Pero también aquí hace su aparición lo que en general sólo puede ser la única tarea de estas reflexiones: que desde cada punto en la superficie de la existencia, por mucho que parezca crecer sólo en y a partir de ésta, cabe enviar una sonda hacia la profundidad del alma; que todas las exteriorizaciones más triviales están finalmente ligadas por medio de líneas direccionales con las últimas decisiones sobre el sentido y el estilo de la vida. La puntualidad, calculabilidad y exactitud que las complicaciones y el ensanchamiento de la vida urbana le imponen a la fuerza, no sólo están en la más estrecha conexión con su carácter económico-monetarista e intelectualista, sino que deben también colorear los contenidos de la vida y favorecer la exclusión de aquellos rasgos esenciales e impulsos irracionales, instintivos, soberanos, que quieren determinar desde sí la forma vital, en lugar de recibirla como una forma general, esquemáticamente precisada desde fuera. Si bien no son en modo alguno imposibles en la ciudad las existencias soberanas, caracterizadas por tales rasgos esenciales, sí son, sin embargo, contrapuestas a su tipo. Y a partir de aquí se explica el apasionado odio de natura­lezas como las de Ruskin y Nietzsche contra la gran ciudad; naturalezas que sólo en lo esquemáticamente peculiar, no precisable para todos uniformemente, encuentran el valor de la vida y para las cuates, por tanto, el valor de la vida surge de la misma fuente de la que brota aquel odio contra la econo­mía monetaria y contra el intelectualismo.
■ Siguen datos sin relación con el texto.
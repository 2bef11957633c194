"""The web platform in Debian's chromium: server headers, the Python worker and
its bridge, the golden files replayed in the worker, offline reload through the
service worker, the update notice, and no request leaving the origin.

These tests drive the e2e test page ``e2e/pages/platform.html`` (served at
``/__e2e__/`` by the fixtures, precached like the app's own files), which only
wires ``webapp/src/bridge.js`` and ``webapp/src/offline.js`` to
``window.tamisTest``. The app's own screens are tested by the UI suite.
"""

from __future__ import annotations

import json
import urllib.error
import urllib.request

import pytest

import helpers

pytestmark = pytest.mark.e2e

STAGES = ["starting", "runtime", "stdlib", "core", "selftest", "ready"]


def _get(url: str, method: str = "GET"):
    req = urllib.request.Request(url, method=method)
    try:
        with urllib.request.urlopen(req, timeout=10) as resp:
            return resp.status, resp.headers, resp.read()
    except urllib.error.HTTPError as err:
        return err.code, err.headers, b""


def _small_gradation_request(req_id: str) -> str:
    # Invented masses (a clean sand), only to exercise the seam; the numbers are
    # checked against CPython running the same wheel, not against a source.
    test = {"sieves": [{"opening_mm": 4.75, "retained_g": 8.0}, {"opening_mm": 2.36, "retained_g": 61.5},
                       {"opening_mm": 1.18, "retained_g": 102.0}, {"opening_mm": 0.6, "retained_g": 121.4},
                       {"opening_mm": 0.3, "retained_g": 98.2}, {"opening_mm": 0.15, "retained_g": 70.3},
                       {"opening_mm": 0.075, "retained_g": 22.6}],
            "pan_g": 2.0, "dry_mass_g": 500.0, "washed_dry_mass_g": 486.9}
    return json.dumps({"schema": 1, "op": "gradation", "id": req_id, "test": test})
Los mismos factores que se coagulan conjuntamente de este modo en la exactitud y precisión al minuto de la forma vital en una imagen de elevadísima impersonalidad, actúan, por otra parte, en la dirección de una imagen altamente personal. Quizá no haya ningún otro fenómeno anímico que esté reservado tan incondicionadamente a la gran ciudad como la indolencia. En primer lugar, es la consecuencia de aquellos estímulos nerviosos que se mudan rápidamente y que se apiñan estrechamente en sus opuestos, a partir de los cuales también nos parece que procede el crecimiento de la intelec­tualidad urbanita, por cuyo motivo hombres estúpidos y de antemano muertos espiritualmente no acostumbran a ser precisamente indolentes. Así como un disfrutar de la vida sin medida produce indolencia, puesto que agita los nervios tanto tiempo en sus reacciones más fuertes hasta que finalmente ya no alcanzan reacción alguna, así también las impresiones más anodinas, en virtud de la velocidad y divergencias de sus cambios, arrancan a la fuerza a los nervios respuestas tan violentas, las arrebatan aquí y allá tan brutalmente, que al­canzan sus últimas reservas de fuerzas y, permaneciendo en el mismo medio ambiente, no tienen tiempo para reunir una nueva reserva. La incapacidad surgida de este modo para reaccionar frente a nuevos estímulos con las energías ade­cuadas a ellos, es precisamente aquella indolencia, que realmente muestra ya cada niño de la gran ciudad en comparación con niños de medios ambientes más tranquilos y más libres de cambios.

 

Con esta fuente fisiológica de la indolencia urbanita se reúne la otra fuente que fluye en la economía monetaria. La esencia de la indolencia es el embotamiento frente a las diferencias de las cosas, no en el sentido de que no sean percibidas, como sucede en el caso del imbécil, sino de modo que la significación y el valor de las diferencias de las cosas y, con ello, las cosas mismas, son sentidas como nulas. Aparecen al indo­lente en una coloración uniformemente opaca y grisácea, sin presentar ningún valor para ser preferidas frente a otras. Este sentimiento anímico es el fiel reflejo subjetivo de la econo­mía monetaria completamente triunfante. En la medida en que el dinero equilibra uniformemente todas las diversidades de las cosas y expresa todas las diferencias cualitativas entre ellas por medio de diferencias acerca del cuánto, en la me­dida en que el dinero, con su falta de color e indiferencia, se erige en denominador común de todo valor, en esta medida, se convierte en el nivelador más pavoroso, socava irremediablemente el núcleo de las cosas, su peculiaridad, su valor específico, su incomparabilidad. Todas nadan con el mismo peso específico en la constantemente móvil corriente del di­nero, residen todas en el mismo nivel y sólo se diferencian por el tamaño del trozo que cubren en éste. En algún caso particular, esta coloración, o mejor dicho decoloración, de las cosas por medio de su equivalencia con el dinero, puede ser imperceptiblemente pequeña; pero en la relación que el rico tiene con los objetos adquiribles con dinero, es más, qui­zá ya en el carácter global que el espíritu público otorga ahora en todas partes a estos objetos, se ha acumulado en magnitudes sumamente perceptibles.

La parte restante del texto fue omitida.